* [YOUR OBJECTIVE]
Could you copy every line in the listing below that has the word "ModelUse"?

---

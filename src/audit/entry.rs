//! The records of an audit: what the report writes, no more and no less. Texts
//! are finished sentences; numbers are unrounded; missing is `None`.

use serde::Serialize;

use crate::dose::BeamCalculation;
use crate::settings::{Severity, Site, SiteSource};

/// Verdict of a beam or a plan. The order is that of the plan rule: the later, the worse.
#[derive(Clone, Copy, Debug, PartialEq, Eq, PartialOrd, Ord, Serialize)]
#[serde(rename_all = "kebab-case")]
pub enum Verdict {
    /// A plan without treatment beams.
    NotApplicable,
    /// A beam that is not delivered for treatment.
    NotTreated,
    /// Within tolerance.
    Within,
    /// Beyond tolerance, within action.
    BeyondTolerance,
    /// Could not be verified.
    NotVerifiable,
    /// Beyond the action level.
    BeyondAction,
}

impl Verdict {
    /// The word used in outputs.
    #[must_use]
    pub const fn term(self) -> &'static str {
        match self {
            Self::NotApplicable => "not-applicable",
            Self::NotTreated => "not-treated",
            Self::Within => "within",
            Self::BeyondTolerance => "beyond-tolerance",
            Self::NotVerifiable => "not-verifiable",
            Self::BeyondAction => "beyond-action",
        }
    }
}

/// How a beam's deviation was judged.
#[derive(Clone, Debug, PartialEq, Serialize)]
#[serde(rename_all = "snake_case", tag = "judged")]
pub enum Judgement {
    /// On its own.
    Alone,
    /// As a share of the dose of all beams at the shared point, because it adds little.
    ShareOfTotal {
        /// The beam's share of the planned dose, per cent.
        share_percent: f64,
        /// Its difference as a per cent of the total: this is what was judged.
        percent_of_total: f64,
    },
    /// By the sum of the group's beams only: the plan states doses at fraction level.
    FractionSum {
        /// The sum's deviation, per cent: this is what was judged.
        sum_deviation_percent: f64,
    },
}

/// One beam of one plan: exactly one entry for each (fraction group, beam).
#[derive(Clone, Debug, PartialEq, Serialize)]
pub struct BeamEntry {
    /// Fraction group number; `None` for a beam that no group references.
    pub fraction_group: Option<i32>,
    /// Treatment machine name.
    pub machine: Option<String>,
    /// Beam number.
    pub beam_number: Option<i32>,
    /// Beam name.
    pub beam_name: Option<String>,
    /// PHOTON, ELECTRON or what the file says.
    pub radiation: Option<String>,
    /// `6`, `6-FFF`, `9`.
    pub energy: Option<String>,
    /// Number of control points.
    pub control_points: usize,
    /// Geometry, point, depths, trace, obstacles, picture.
    pub calculation: BeamCalculation,
    /// Planned meterset, MU.
    pub planned_mu: Option<f64>,
    /// Planned dose at the point in one fraction, Gy.
    pub planned_dose_gy: Option<f64>,
    /// Independent dose for the planned meterset, Gy; also shown when an obstacle forbids judging it.
    pub independent_dose_gy: Option<f64>,
    /// Meterset that would give the planned dose, MU.
    pub independent_mu: Option<f64>,
    /// 100 * (independent dose - planned dose) / planned dose.
    pub deviation_percent: Option<f64>,
    /// Expected spread of the independent dose, 1 sigma, per cent.
    pub expected_spread_percent: Option<f64>,
    /// Tolerance that holds for this beam, per cent.
    pub tolerance_percent: Option<f64>,
    /// Action level that holds for this beam, per cent.
    pub action_percent: Option<f64>,
    /// Where the two levels come from.
    pub level_basis: Option<String>,
    /// How it was judged; `None` when it was not.
    pub judgement: Option<Judgement>,
    /// The verdict.
    pub verdict: Verdict,
    /// Why the verdict is what it is: finished sentences, never empty unless within.
    pub reasons: Vec<String>,
    /// Worth knowing, without effect on the verdict (depth stands on the planning system's word, fluence mode not stated ...).
    pub remarks: Vec<String>,
}

/// Something about the plan that a person should look at.
#[derive(Clone, Debug, PartialEq, Serialize)]
pub struct Finding {
    /// Beam number, when it is about one beam.
    pub beam_number: Option<i32>,
    /// Name of the check, in plain words with hyphens.
    pub check: &'static str,
    /// Severity.
    pub severity: Severity,
    /// One or two sentences: what is there, what to do.
    pub message: String,
    /// What was found.
    pub measured: Option<String>,
    /// What was expected.
    pub limit: Option<String>,
}

/// The sum of the beams that share a point.
#[derive(Clone, Debug, PartialEq, Serialize)]
pub struct SharedPointSum {
    /// Fraction group number.
    pub fraction_group: Option<i32>,
    /// Planned dose of one fraction at the point, Gy.
    pub planned_dose_gy: f64,
    /// Independent dose of one fraction at the point, Gy.
    pub independent_dose_gy: f64,
    /// 100 * (independent - planned) / planned.
    pub deviation_percent: f64,
}

/// One plan.
#[derive(Clone, Debug, PartialEq, Serialize)]
pub struct PlanEntry {
    /// File, as it was given or found.
    pub file: String,
    /// SHA-256 of the file, hex.
    pub sha256: String,
    /// SOP Instance UID.
    pub sop_instance_uid: Option<String>,
    /// Patient ID (a pseudonym when so ordered).
    pub patient_id: Option<String>,
    /// Patient name (left out when pseudonymised).
    pub patient_name: Option<String>,
    /// RT Plan Label.
    pub plan_label: Option<String>,
    /// Approval Status.
    pub approval: Option<String>,
    /// Treatment machine names, joined with ` + ` when several.
    pub machine: Option<String>,
    /// Fractions planned; `None` when groups differ or none is stated.
    pub fractions: Option<i32>,
    /// Prescribed dose of the course, Gy; `None` when none or several are stated.
    pub prescription_gy: Option<f64>,
    /// Sum over all treatment beams of a single fraction group that share one point.
    pub sum: Option<SharedPointSum>,
    /// Why there is no sum.
    pub no_sum_reason: Option<String>,
    /// The deviation that is largest in size over the beams that were judged, per cent.
    pub worst_beam_percent: Option<f64>,
    /// Verdict.
    pub verdict: Verdict,
    /// Beams, in order of fraction group item and reference item; unreferenced beams last.
    pub beams: Vec<BeamEntry>,
    /// Findings, in order of check and beam.
    pub findings: Vec<Finding>,
    /// Whether a model that was used is invented.
    pub uses_invented_model: bool,
}

/// What became of a file.
#[derive(Clone, Debug, PartialEq, Eq, Serialize)]
#[serde(rename_all = "kebab-case", tag = "outcome", content = "of")]
pub enum FileOutcome {
    /// Audited.
    Audited,
    /// Used as a companion of a plan.
    Used,
    /// Nothing in it for this program (brachytherapy).
    NotApplicable,
    /// A kind this program does not support.
    NotSupported,
    /// The same plan and the same bytes as this file.
    DuplicateOf(String),
    /// Could not be read.
    Unreadable,
    /// No plan: counted and passed over.
    PassedOver,
}

/// One file.
#[derive(Clone, Debug, PartialEq, Serialize)]
pub struct FileEntry {
    /// File, as it was given or found.
    pub file: String,
    /// Size, bytes.
    pub size_bytes: Option<u64>,
    /// SHA-256, hex.
    pub sha256: Option<String>,
    /// plan, brachy-plan, ion-plan, structure-set, ct, dose, record, other-dicom, not-dicom.
    pub kind: Option<&'static str>,
    /// What became of it.
    #[serde(flatten)]
    pub outcome: FileOutcome,
    /// Why.
    pub message: String,
}

/// A model that the run had on offer.
#[derive(Clone, Debug, PartialEq, Serialize)]
pub struct ModelUse {
    /// Folder name.
    pub name: String,
    /// Machine names that it serves.
    pub serves: Vec<String>,
    /// SHA-256 over its files, hex.
    pub fingerprint: String,
    /// `measured`, `published` or `invented`.
    pub origin: &'static str,
    /// By whom and when.
    pub provenance: String,
    /// Approval in words, or that there is none.
    pub approval: String,
    /// Whether the approval holds on the day of the run.
    pub approved: bool,
}

/// What was run, known before the first plan.
#[derive(Clone, Debug, PartialEq, Serialize)]
pub struct Run {
    /// Identifier carried by every output of the run.
    pub run_id: String,
    /// Version of the program.
    pub version: String,
    /// Start of the run, ISO 8601 with zone.
    pub started: String,
    /// Paths as typed.
    pub inputs: Vec<String>,
    /// Options as `name = value (from)` lines.
    pub options: Vec<String>,
    /// Where the site settings came from.
    pub site_source: SiteSource,
    /// The site settings in force.
    pub site: Site,
    /// The models on offer.
    pub models: Vec<ModelUse>,
}

/// A count by word.
#[derive(Clone, Debug, PartialEq, Eq, Serialize)]
pub struct Count {
    /// The word.
    pub term: &'static str,
    /// How many.
    pub count: u64,
}

/// What came out, known after the last plan.
#[derive(Clone, Debug, Default, PartialEq, Serialize)]
pub struct RunSummary {
    /// Files by kind of outcome.
    pub files: Vec<Count>,
    /// Plans by verdict.
    pub plans: Vec<Count>,
    /// Beams by verdict.
    pub beams: Vec<Count>,
    /// Findings by severity.
    pub findings: Vec<Count>,
    /// Plan files that could not be read.
    pub unreadable_plans: u64,
    /// Models (by name) that a plan of this run was calculated with.
    pub models_used: Vec<String>,
    /// Models (by name) that were used and are invented.
    pub invented_models: Vec<String>,
    /// Models (by name) that were used and are not approved on the day of the run.
    pub unapproved_models: Vec<String>,
    /// Checks that the site switched off.
    pub checks_off: Vec<String>,
    /// Whether everything that had to be verified was.
    pub complete: bool,
    /// Exit status and what it means, in words.
    pub exit: String,
}

impl FileOutcome {
    /// The word used in outputs.
    #[must_use]
    pub const fn term(&self) -> &'static str {
        match self {
            Self::Audited => "audited",
            Self::Used => "used",
            Self::NotApplicable => "not-applicable",
            Self::NotSupported => "not-supported",
            Self::DuplicateOf(_) => "duplicate-of",
            Self::Unreadable => "unreadable",
            Self::PassedOver => "passed-over",
        }
    }
}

---

* [EXERCISE OUTPUT]
pub struct ModelUse {
    pub models: Vec<ModelUse>,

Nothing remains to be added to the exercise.